Éditorial de Carlos Felipe Jaramillo, Vice-président de la Banque mondiale pour l’Amérique latine et les Caraïbes


La crise climatique dans notre région ne disparaît pas. Le climat, comme la crise du COVID-19, fait le plus grand tort aux personnes les plus vulnérables de la région. En termes de migration uniquement, il pourrait y avoir jusqu’à 17 millions de réfugiés climatiques dans la région d’ici 2050 en provenance de zones où les systèmes de subsistance sont de plus en plus compromis par le changement climatique. Tant la pandémie que la crise climatique amplifient les inégalités sous-jacentes et les mauvaises performances économiques. Alors que nous nous tournons vers la reprise du COVID, nous devons mieux reconstruire pour prendre en compte la crise climatique à venir.

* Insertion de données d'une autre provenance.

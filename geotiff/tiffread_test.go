package geotiff

import (
	"bytes"
	"encoding/binary"
	"encoding/json"
	"math"
	"math/rand/v2"
	"os"
	"path/filepath"
	"strings"
	"testing"

	"drygrid/bands"
	"drygrid/grid"
	"drygrid/internal/reftest"
)

type tiffrCase struct {
	Path    string    `json:"path"`
	Type    string    `json:"type"`
	Cols    int       `json:"cols"`
	Rows    int       `json:"rows"`
	Bands   int       `json:"bands,omitempty"`
	GT      []float64 `json:"gt"`
	EPSG    int       `json:"epsg,omitempty"`
	NoData  *float64  `json:"nodata"`
	Options []string  `json:"options"`
	Point   bool      `json:"point,omitempty"`
	Seed    int       `json:"seed"`
}

type tiffrRef struct {
	GT     []float64 `json:"gt"`
	NoData *float64  `json:"nodata"`
}

func tiffrMake(t *testing.T, cases []tiffrCase) map[string]tiffrRef {
	t.Helper()
	py := reftest.Python(t, "numpy", "osgeo.gdal")
	in, _ := json.Marshal(cases)
	var ref map[string]tiffrRef
	if err := json.Unmarshal(reftest.RunPython(t, py, "../testdata/tiffread_ref.py", in), &ref); err != nil {
		t.Fatal(err)
	}
	return ref
}

// TestReadTIFFAgainstGDAL: rasters written by GDAL 3.6's GTiff driver
// (testdata/tiffread_ref.py), stripped and tiled, uncompressed and DEFLATE
// with predictors 2 and 3, both byte orders, PixelIsPoint, a grid past the
// antimeridian; every value must equal GDAL's own readback, the grid GDAL's
// geotransform and the no data GDAL's.
func TestReadTIFFAgainstGDAL(t *testing.T) {
	dir := t.TempDir()
	zero, nd := 0.0, -9999.0
	gtB := []float64{10, 0.25, 0, 50, 0, -0.25}
	gtF := []float64{-20, 0.1, 0, 10, 0, -0.1}
	tile := []string{"TILED=YES", "BLOCKXSIZE=16", "BLOCKYSIZE=16"}
	with := func(a []string, b ...string) []string { return append(append([]string{}, a...), b...) }
	cases := []tiffrCase{
		{Type: "Byte", Cols: 37, Rows: 23, GT: gtB, NoData: &zero, Options: nil},
		{Type: "Byte", Cols: 37, Rows: 23, GT: gtB, NoData: &zero, Options: []string{"COMPRESS=DEFLATE", "PREDICTOR=2", "BLOCKYSIZE=5"}},
		{Type: "Byte", Cols: 37, Rows: 23, GT: gtB, NoData: &zero, Options: with(tile, "COMPRESS=DEFLATE", "PREDICTOR=2")},
		{Type: "Byte", Cols: 37, Rows: 23, GT: gtB, NoData: &zero, Options: with(tile, "ENDIANNESS=BIG")},
		{Type: "Byte", Cols: 37, Rows: 23, GT: gtB, Options: []string{"COMPRESS=DEFLATE"}, Point: true},
		{Type: "Byte", Cols: 40, Rows: 10, GT: []float64{170, 0.5, 0, 5, 0, -0.5}, NoData: &zero, Options: with(tile, "COMPRESS=DEFLATE")},
		{Type: "Float32", Cols: 70, Rows: 45, GT: gtF, NoData: &nd, Options: []string{"TILED=YES", "BLOCKXSIZE=32", "BLOCKYSIZE=32", "COMPRESS=DEFLATE", "PREDICTOR=3"}},
		{Type: "Float32", Cols: 70, Rows: 45, GT: gtF, NoData: &nd, Options: []string{"COMPRESS=DEFLATE", "PREDICTOR=3", "BLOCKYSIZE=7"}},
		{Type: "Float32", Cols: 70, Rows: 45, GT: gtF, NoData: &nd, Options: []string{"ENDIANNESS=BIG"}},
		{Type: "Float32", Cols: 70, Rows: 45, GT: gtF, NoData: &nd, Options: with(tile, "COMPRESS=DEFLATE", "PREDICTOR=2")},
		{Type: "Float32", Cols: 70, Rows: 45, GT: gtF, NoData: &nd, Options: with(tile, "COMPRESS=DEFLATE", "PREDICTOR=3", "ENDIANNESS=BIG")},
		{Type: "Float32", Cols: 3600, Rows: 1800, GT: []float64{-180, 0.1, 0, 90, 0, -0.1}, NoData: &nd, Options: []string{"TILED=YES", "COMPRESS=DEFLATE", "PREDICTOR=3"}},
	}
	for i := range cases {
		cases[i].Path = filepath.Join(dir, "c"+string(rune('a'+i))+".tif")
		cases[i].Seed = i + 1
	}
	ref := tiffrMake(t, cases)
	for _, c := range cases {
		r := ref[c.Path]
		bin, err := os.ReadFile(c.Path + ".bin")
		if err != nil {
			t.Fatal(err)
		}
		name := filepath.Base(c.Path) + " " + c.Type + " " + strings.Join(c.Options, ",")
		var spec grid.Spec
		var wantND float64
		switch c.Type {
		case "Byte":
			b, err := ReadBands(c.Path)
			if err != nil {
				t.Errorf("%s: %v", name, err)
				continue
			}
			if !bytes.Equal(b.Data, bin) {
				t.Errorf("%s: values differ from GDAL's readback", name)
			}
			spec, wantND = b.Spec, float64(b.NoData)
		case "Float32":
			f, err := ReadIndex(c.Path)
			if err != nil {
				t.Errorf("%s: %v", name, err)
				continue
			}
			for i, v := range f.Data {
				if math.Float32bits(v) != binary.LittleEndian.Uint32(bin[4*i:]) {
					t.Errorf("%s: cell %d %v, GDAL %v", name, i, v, math.Float32frombits(binary.LittleEndian.Uint32(bin[4*i:])))
					break
				}
			}
			spec, wantND = f.Spec, float64(f.NoData)
		}
		gt := spec.GeoTransform()
		for k := range gt {
			if math.Abs(gt[k]-r.GT[k]) > 1e-12 {
				t.Errorf("%s: geotransform %v, GDAL %v", name, gt, r.GT)
				break
			}
		}
		if spec.Cols != c.Cols || spec.Rows != c.Rows {
			t.Errorf("%s: %d x %d cells, want %d x %d", name, spec.Cols, spec.Rows, c.Cols, c.Rows)
		}
		if r.NoData != nil && *r.NoData != wantND {
			t.Errorf("%s: no data %v, GDAL %v", name, wantND, *r.NoData)
		}
	}
	// The global 0.1 deg raster gives the very spec grid.Global makes.
	f, err := ReadIndex(cases[len(cases)-1].Path)
	if g, _ := grid.Global(0.1); err != nil || f.Spec != g {
		t.Errorf("global raster spec %+v (%v), want %+v", f.Spec, err, g)
	}
}

// TestReadTIFFRefusals: rasters GDAL writes that the reader must refuse,
// with messages naming the file and the reason.
func TestReadTIFFRefusals(t *testing.T) {
	dir := t.TempDir()
	gt := []float64{10, 0.25, 0, 50, 0, -0.25}
	cases := []tiffrCase{
		{Type: "Byte", Cols: 8, Rows: 8, GT: []float64{1e6, 1000, 0, 6e6, 0, -1000}, EPSG: 3857},
		{Type: "Int16", Cols: 8, Rows: 8, GT: gt},
		{Type: "Byte", Cols: 8, Rows: 8, GT: gt, Bands: 3},
		{Type: "Byte", Cols: 8, Rows: 8, GT: gt, Options: []string{"COMPRESS=LZW"}},
		{Type: "Float32", Cols: 8, Rows: 8, GT: gt},
		{Type: "Byte", Cols: 8, Rows: 8, GT: []float64{10, 0.25, 0, 50, 0, -0.5}},
	}
	want := []string{
		"projected CRS EPSG:3857: want EPSG:4326 longitude-latitude",
		"samples are Int16, want UInt8 (band codes)",
		"3 samples per pixel: want a single-band raster",
		"compression 5 is not supported (only none 1 and DEFLATE 8/32946)",
		"samples are Float32, want UInt8 (band codes)",
		"pixel scale 0.25 x 0.5: want equal positive cell sizes",
	}
	for i := range cases {
		cases[i].Path = filepath.Join(dir, "bad"+string(rune('a'+i))+".tif")
	}
	tiffrMake(t, cases)
	for i, c := range cases {
		_, err := ReadBands(c.Path)
		w := "geotiff " + c.Path + ": " + want[i]
		if err == nil || err.Error() != w {
			t.Errorf("case %d: %v\nwant %s", i, err, w)
		}
	}
	if _, err := ReadIndex(cases[3].Path); err == nil || !strings.HasSuffix(err.Error(), "samples are UInt8, want Float32 (index z)") {
		t.Errorf("index from a band raster: %v", err)
	}
	if _, err := ReadBands(filepath.Join(dir, "none.tif")); err == nil || !strings.Contains(err.Error(), "no such file") {
		t.Errorf("missing file: %v", err)
	}
}

func tiffrTestRasters() (*grid.Uint8, *grid.Float32) {
	s, _ := grid.NewSpec(-30, -20, 45.5, 33, 0.25)
	rng := rand.New(rand.NewPCG(5, 5))
	b := grid.NewUint8(s, 0)
	f := grid.NewFloat32(s, grid.NoDataIndex)
	for i := range b.Data {
		if rng.IntN(9) > 0 {
			b.Data[i] = uint8(1 + rng.IntN(9))
			f.Data[i] = float32(rng.NormFloat64())
		}
	}
	return b, f
}

// TestReadTIFFOwnWriter: drygrid's own GeoTIFF writer (EncodeIndex and
// EncodeBands: tiled, DEFLATE, predictors 2 and 3, COG overviews)
// round-trips exactly;
// its conformance is checked against GDAL in geotiff_test.go.
func TestReadTIFFOwnWriter(t *testing.T) {
	b, f := tiffrTestRasters()
	for _, opt := range []Options{DefaultOptions(), {TileSize: 64}} {
		var bb, fb bytes.Buffer
		if err := EncodeBands(&bb, b, bands.Default(), opt); err != nil {
			t.Fatal(err)
		}
		if err := EncodeIndex(&fb, f, opt); err != nil {
			t.Fatal(err)
		}
		b2, err := DecodeBands("bands.tif", bb.Bytes())
		if err != nil {
			t.Fatal(err)
		}
		f2, err := DecodeIndex("index.tif", fb.Bytes())
		if err != nil {
			t.Fatal(err)
		}
		if b2.Spec != b.Spec || !bytes.Equal(b2.Data, b.Data) || b2.NoData != 0 {
			t.Errorf("bands: spec %+v vs %+v, equal data %v", b2.Spec, b.Spec, bytes.Equal(b2.Data, b.Data))
		}
		if f2.Spec != f.Spec || f2.NoData != grid.NoDataIndex {
			t.Errorf("index: spec %+v vs %+v, nodata %v", f2.Spec, f.Spec, f2.NoData)
		}
		for i := range f.Data {
			if f.Data[i] != f2.Data[i] {
				t.Fatalf("index cell %d: %v, wrote %v", i, f2.Data[i], f.Data[i])
			}
		}
	}
}

func FuzzReadTIFF(f *testing.F) {
	b, fl := tiffrTestRasters()
	small := &grid.Uint8{Spec: grid.Spec{West: 0, North: 10, Res: 1, Cols: 5, Rows: 3}, Data: make([]uint8, 15)}
	for i := range small.Data {
		small.Data[i] = uint8(i % 10)
	}
	for _, opt := range []Options{{TileSize: 16}, {TileSize: 16, Overviews: true}} {
		var bb, fb bytes.Buffer
		if EncodeBands(&bb, small, bands.Default(), opt) == nil {
			f.Add(bb.Bytes())
		}
		_ = b
		sf := &grid.Float32{Spec: small.Spec, Data: fl.Data[:15], NoData: grid.NoDataIndex}
		if EncodeIndex(&fb, sf, opt) == nil {
			f.Add(fb.Bytes())
		}
	}
	f.Add([]byte("II*\x00\x08\x00\x00\x00\x00\x00"))
	f.Add([]byte("MM\x00*\x00\x00\x00\x08\x00\x01\x01\x00\x00\x04\x00\x00\x00\x01\xff\xff\xff\xff"))
	f.Fuzz(func(t *testing.T, data []byte) {
		if r, err := DecodeBands("fuzz", data); err == nil && len(r.Data) != r.Spec.Len() {
			t.Fatalf("bands: %d cells for %s", len(r.Data), r.Spec)
		}
		if r, err := DecodeIndex("fuzz", data); err == nil && len(r.Data) != r.Spec.Len() {
			t.Fatalf("index: %d cells for %s", len(r.Data), r.Spec)
		}
	})
}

À l’heure actuelle, la plupart des économies de la région sont confrontées à deux défis majeurs: se remettre d’une grave récession économique tout en s’attaquant aux transformations nécessaires à une croissance inclusive et à un développement durable permettant de sortir de la pauvreté pour tous. Les programmes de relance du COVID-19 qui accordent la priorité à la productivité, à l’inclusion et à la résilience conduiront à plus de compétitivité et d’innovation, et renforceront la confiance dans le gouvernement et les institutions. Cela permettra à l’Amérique latine et aux Caraïbes de lutter contre le COVID-19 et le changement climatique et aidera à reconstruire le contrat social si important pour accélérer la réduction de la pauvreté et la prospérité partagée.  

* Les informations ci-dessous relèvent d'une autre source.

package geotiff

import (
	"math"
	"math/rand/v2"
	"reflect"
	"testing"
)

// TestCOGLevelSizes: overviews halve, rounding up (GDAL's DIV_ROUND_UP),
// until the longer side is at most 512 px. The 1300 x 700 row is what
// gdal_translate -of COG (GDAL 3.6.2, 512 px blocks) wrote for that size;
// the others are worked by hand.
func TestCOGLevelSizes(t *testing.T) {
	cases := []struct {
		cols, rows int
		want       [][2]int
	}{
		{1, 1, nil},
		{512, 512, nil},
		{513, 10, [][2]int{{257, 5}}},
		{1300, 700, [][2]int{{650, 350}, {325, 175}}},
		{3600, 1800, [][2]int{{1800, 900}, {900, 450}, {450, 225}}},
		{10, 1025, [][2]int{{5, 513}, {3, 257}}},
	}
	for _, c := range cases {
		if got := cogLevelSizes(c.cols, c.rows); !reflect.DeepEqual(got, c.want) {
			t.Errorf("%d x %d: overviews %v, want %v", c.cols, c.rows, got, c.want)
		}
	}
}

// cogMeanOverview is the mean overview of data (cols x rows) reduced by
// factor f (a power of two), made as the encoders make it (cogMeanSums).
func cogMeanOverview(data []float32, cols, rows, f int, nodata float32, workers int) []float32 {
	s := cogMeanLevel1(data, cols, rows, nodata, workers)
	for g := 2; g < f; g *= 2 {
		s = s.half(workers)
	}
	return s.means(nodata)
}

// TestCOGMeanOverview: worked by hand. A 3 x 3 image halved gives 2 x 2;
// blocks on the right and bottom edges are cut short by the image.
func TestCOGMeanOverview(t *testing.T) {
	const nd = -9999
	data := []float32{
		1, 2, 10,
		3, nd, nd,
		nd, nd, 7,
	}
	// (1+2+3)/3 = 2; 10 (its no-data neighbour skipped); bottom-left all no
	// data; bottom-right 7.
	want := []float32{2, 10, nd, 7}
	for _, w := range []int{1, 3} {
		if got := cogMeanOverview(data, 3, 3, 2, nd, w); !reflect.DeepEqual(got, want) {
			t.Errorf("workers %d: mean overview %v, want %v", w, got, want)
		}
	}
	// Factor 4 of the same image: one pixel, the mean of 1, 2, 10, 3, 7.
	if got := cogMeanOverview(data, 3, 3, 4, nd, 1); got[0] != float32(23.0/5) {
		t.Errorf("factor 4 mean %v, want 4.6", got)
	}
}

// TestCOGModeOverview: worked by hand; our rule is the most frequent code
// other than no data, the lowest code on a tie, no data only when every
// cell is no data.
func TestCOGModeOverview(t *testing.T) {
	data := []uint8{
		0, 0, 5, 3, 9,
		0, 4, 3, 5, 9,
		0, 0, 2, 2, 0,
		0, 0, 2, 7, 0,
	}
	// Blocks: {0,0,0,4} -> 4 (no data ignored); {5,3,3,5} -> 3 (tie, lowest);
	// {9,9} -> 9 (cut short); {0,0,0,0} -> 0; {2,2,2,7} -> 2; {0,0} -> 0.
	want := []uint8{4, 3, 9, 0, 2, 0}
	for _, w := range []int{1, 2} {
		if got := cogModeOverview(data, 5, 4, 2, 0, w); !reflect.DeepEqual(got, want) {
			t.Errorf("workers %d: mode overview %v, want %v", w, got, want)
		}
	}
}

// TestCOGMeanOverviewLevels: the sums built level by level give, at every
// factor, the mean of the valid cells of each block summed directly in
// float64 (the definition), to within one float32 unit in the last place
// (only the order of the float64 additions differs), on random images with
// no data, NaN and odd sizes; blocks with no valid cell are no data.
func TestCOGMeanOverviewLevels(t *testing.T) {
	const nd = -9999
	r := rand.New(rand.NewPCG(3, 4))
	for trial := range 40 {
		cols, rows := 1+r.IntN(70), 1+r.IntN(70)
		data := make([]float32, cols*rows)
		for i := range data {
			switch r.IntN(6) {
			case 0:
				data[i] = nd
			case 1:
				data[i] = float32(math.NaN())
			default:
				data[i] = float32(r.NormFloat64() * math.Pow(10, float64(r.IntN(9)-6)))
			}
		}
		for f := 2; f <= 64; f *= 2 {
			got := cogMeanOverview(data, cols, rows, f, nd, 1+trial%3)
			oc := cogCeilDiv(cols, f)
			for oy := range cogCeilDiv(rows, f) {
				for ox := range oc {
					s, n := 0.0, 0
					for y := oy * f; y < min(oy*f+f, rows); y++ {
						for x := ox * f; x < min(ox*f+f, cols); x++ {
							if v := data[y*cols+x]; v != nd && v == v {
								s += float64(v)
								n++
							}
						}
					}
					g := got[oy*oc+ox]
					if n == 0 {
						if g != nd {
							t.Fatalf("trial %d f %d (%d, %d): %v, want no data", trial, f, ox, oy, g)
						}
						continue
					}
					want := float32(s / float64(n))
					if d := math.Float32bits(g) - math.Float32bits(want); g != want && d != 1 && d != math.MaxUint32 {
						t.Fatalf("trial %d f %d (%d, %d): %v, want %v (direct sum)", trial, f, ox, oy, g, want)
					}
				}
			}
		}
	}
}
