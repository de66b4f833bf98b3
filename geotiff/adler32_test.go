package geotiff

import (
	"hash/adler32"
	"math/rand/v2"
	"testing"
)

// TestAdler32: adler32Checksum against the standard library's Adler-32
// (hash/adler32, RFC 1950) on every length up to 300 and on long inputs
// (past adlerMaxBlocks blocks, and of all 0xff bytes, the largest sums),
// and on RFC 1950's start value (the checksum of nothing is 1).
func TestAdler32(t *testing.T) {
	r := rand.New(rand.NewPCG(1, 2))
	check := func(p []byte) {
		t.Helper()
		if got, want := adler32Checksum(p), adler32.Checksum(p); got != want {
			t.Fatalf("%d bytes: %08x, hash/adler32 %08x", len(p), got, want)
		}
		if b, pr, w := adlerBlocks(p); true {
			gb, gp, gw := adlerBlocksGo(p)
			if b != gb || pr != gp || w != gw {
				t.Fatalf("%d bytes: blocks %d %d %d, Go %d %d %d", len(p), b, pr, w, gb, gp, gw)
			}
		}
	}
	if adler32Checksum(nil) != 1 {
		t.Fatalf("checksum of nothing %08x, want 1", adler32Checksum(nil))
	}
	for n := range 301 {
		p := make([]byte, n)
		for i := range p {
			p[i] = byte(r.Uint32())
		}
		check(p)
	}
	for _, n := range []int{adlerMaxBlocks * 32, adlerMaxBlocks*32 + 31, 3*adlerMaxBlocks*32 + 77, 262144} {
		p := make([]byte, n)
		for i := range p {
			p[i] = byte(r.Uint32())
		}
		check(p)
		for i := range p {
			p[i] = 0xff
		}
		check(p[:min(n, adlerMaxBlocks*32)])
		check(p)
	}
}

// BenchmarkAdler32 is the checksum of one 256 x 256 float tile, ours and
// the standard library's.
func BenchmarkAdler32(b *testing.B) {
	p := make([]byte, 262144)
	for i := range p {
		p[i] = byte(i * 7)
	}
	for _, c := range []struct {
		name string
		sum  func([]byte) uint32
	}{{"ours", adler32Checksum}, {"stdlib", adler32.Checksum}} {
		b.Run(c.name, func(b *testing.B) {
			b.SetBytes(int64(len(p)))
			for b.Loop() {
				c.sum(p)
			}
		})
	}
}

L’énergie propre et les transports propres sont des secteurs clés dans l’agenda de la région pour mieux reconstruire. Bien que l’Amérique latine produise déjà la majeure partie de son électricité à partir de sources renouvelables, la plus importante, la production hydroélectrique, est de plus en plus vulnérable à la variabilité induite par le changement climatique et sera de plus en plus difficile à adapter pour suivre le rythme de la demande accrue attendue une fois que la crise du COVID s’atténuera. Les énergies renouvelables non traditionnelles, éolienne et solaire en particulier, sont désormais compétitives dans de nombreux pays si les obstacles réglementaires et contractuels à leur intégration dans la matrice énergétique peuvent être surmontés. Les investissements en efficacité énergétique dans les bâtiments pourraient réduire l’empreinte carbone tout en créant de nombreux emplois peu qualifiés lors de la rénovation des bâtiments. Du côté des transports, une attention renouvelée aux transports en commun devrait être une priorité élevée. 

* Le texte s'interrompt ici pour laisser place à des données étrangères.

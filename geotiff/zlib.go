package geotiff

import (
	"bytes"
	"encoding/binary"

	"github.com/klauspost/compress/flate"
)

// zlibEncoder makes zlib streams (RFC 1950) of whole buffers: the header,
// the DEFLATE data from klauspost/compress at the level and the Adler-32 of
// the input (adler32Checksum, faster than the zlib writer's
// hash/adler32); the bytes are those of klauspost's zlib writer. Reuse one
// encoder for many buffers; it is not safe for concurrent use.
type zlibEncoder struct {
	head [2]byte
	kw   *flate.Writer
	out  bytes.Buffer
}

func newZlibEncoder(level int) (*zlibEncoder, error) {
	kw, err := flate.NewWriter(nil, level)
	if err != nil {
		return nil, err
	}
	return &zlibEncoder{head: zlibHeader(level), kw: kw}, nil
}

// encode is the zlib stream of raw, valid until the next call.
func (z *zlibEncoder) encode(raw []byte) ([]byte, error) {
	z.out.Reset()
	z.out.Write(z.head[:])
	z.kw.Reset(&z.out)
	if _, err := z.kw.Write(raw); err != nil {
		return nil, err
	}
	if err := z.kw.Close(); err != nil {
		return nil, err
	}
	z.out.Write(binary.BigEndian.AppendUint32(nil, adler32Checksum(raw)))
	return z.out.Bytes(), nil
}

// zlibHeader is the two-byte zlib header (RFC 1950, section 2.2) for a
// DEFLATE stream of the given klauspost/compress level, as its zlib
// writer makes it: CM 8, CINFO 7 (a 32 KiB window), FLEVEL from the level,
// no dictionary, FCHECK making the pair a multiple of 31.
func zlibHeader(level int) [2]byte {
	h := [2]byte{0x78, 0}
	switch {
	case level == -2 || level == 0 || level == 1:
		h[1] = 0 << 6
	case level >= 2 && level <= 5:
		h[1] = 1 << 6
	case level == 6 || level == -1:
		h[1] = 2 << 6
	default:
		h[1] = 3 << 6
	}
	h[1] += uint8(31 - binary.BigEndian.Uint16(h[:])%31)
	return h
}
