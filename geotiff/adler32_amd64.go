//go:build !purego

package geotiff

import "golang.org/x/sys/cpu"

//go:noescape
func adlerBlocksAVX2(p []byte) (bytes, prefix, weighted uint64)

var hasAdlerAVX2 = cpu.X86.HasAVX2

// adlerBlocks is adlerBlocksGo, in AVX2 where the processor has it.
func adlerBlocks(p []byte) (bytes, prefix, weighted uint64) {
	if hasAdlerAVX2 {
		return adlerBlocksAVX2(p)
	}
	return adlerBlocksGo(p)
}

Lorsqu’il est bien fait, l’adaptation et le renforcement de la résilience au changement climatique peuvent générer des avantages économiques, sociaux et environnementaux significatifs, libérant la croissance et des emplois tout en renforçant le capital naturel. Par exemple, l’investissement dans des infrastructures d’adaptation telles que des routes à l’épreuve des intempéries et des logements résilients au climat peut avoir des effets positifs immédiats sur l’emploi des emplois liés à la construction, même s’ils renforcent la résilience à long terme des ménages. Pour chaque million de dollars investis dans le secteur de la construction, près de 200 emplois devraient être créés en Bolivie, 130 emplois au Nicaragua et 120 au Honduras. Selon un récent rapport du World Resource Institute et de la nouvelle économie climatique, le passage à une économie à faible émission de carbone et durable pourrait ajouter 535 milliards de dollars au PIB du Brésil d’ici 2030 par rapport au statu quo.  

Les voies à faible émission de carbone ne doivent pas nécessairement signifier compromettre les résultats du développement, la stabilité macroéconomique ou la viabilité de la dette. Si la situation budgétaire difficile dans la région pourrait constituer un défi pour l’action climatique, elle pourrait plutôt être une incitation à réorienter les programmes qui soutiennent l’utilisation non durable des ressources naturelles ou les voies à forte intensité de carbone qui enferment les pays dans une faible productivité et réduisent la compétitivité. La réorientation des 240 milliards de dollars de subventions annuelles aux carburants dans la région pourrait ouvrir la voie à des investissements dans les énergies propres et les transports propres afin de faire évoluer la région vers un avenir sobre en carbone.   

C’est pourquoi plusieurs pays de la région ont placé le changement climatique et le développement inclusif et résilient au centre de leurs plans de relance COVID. La Colombie a inclus la croissance propre («Producir conservando y conservar produciendo») et le soutien à sa bioéconomie. Le Chili a déjà annoncé que 30% des ressources supplémentaires destinées aux investissements publics dans le cadre de son plan de relance COVID (Paso a Paso, Chili se Recupera) seront utilisés pour des projets durables et verts. 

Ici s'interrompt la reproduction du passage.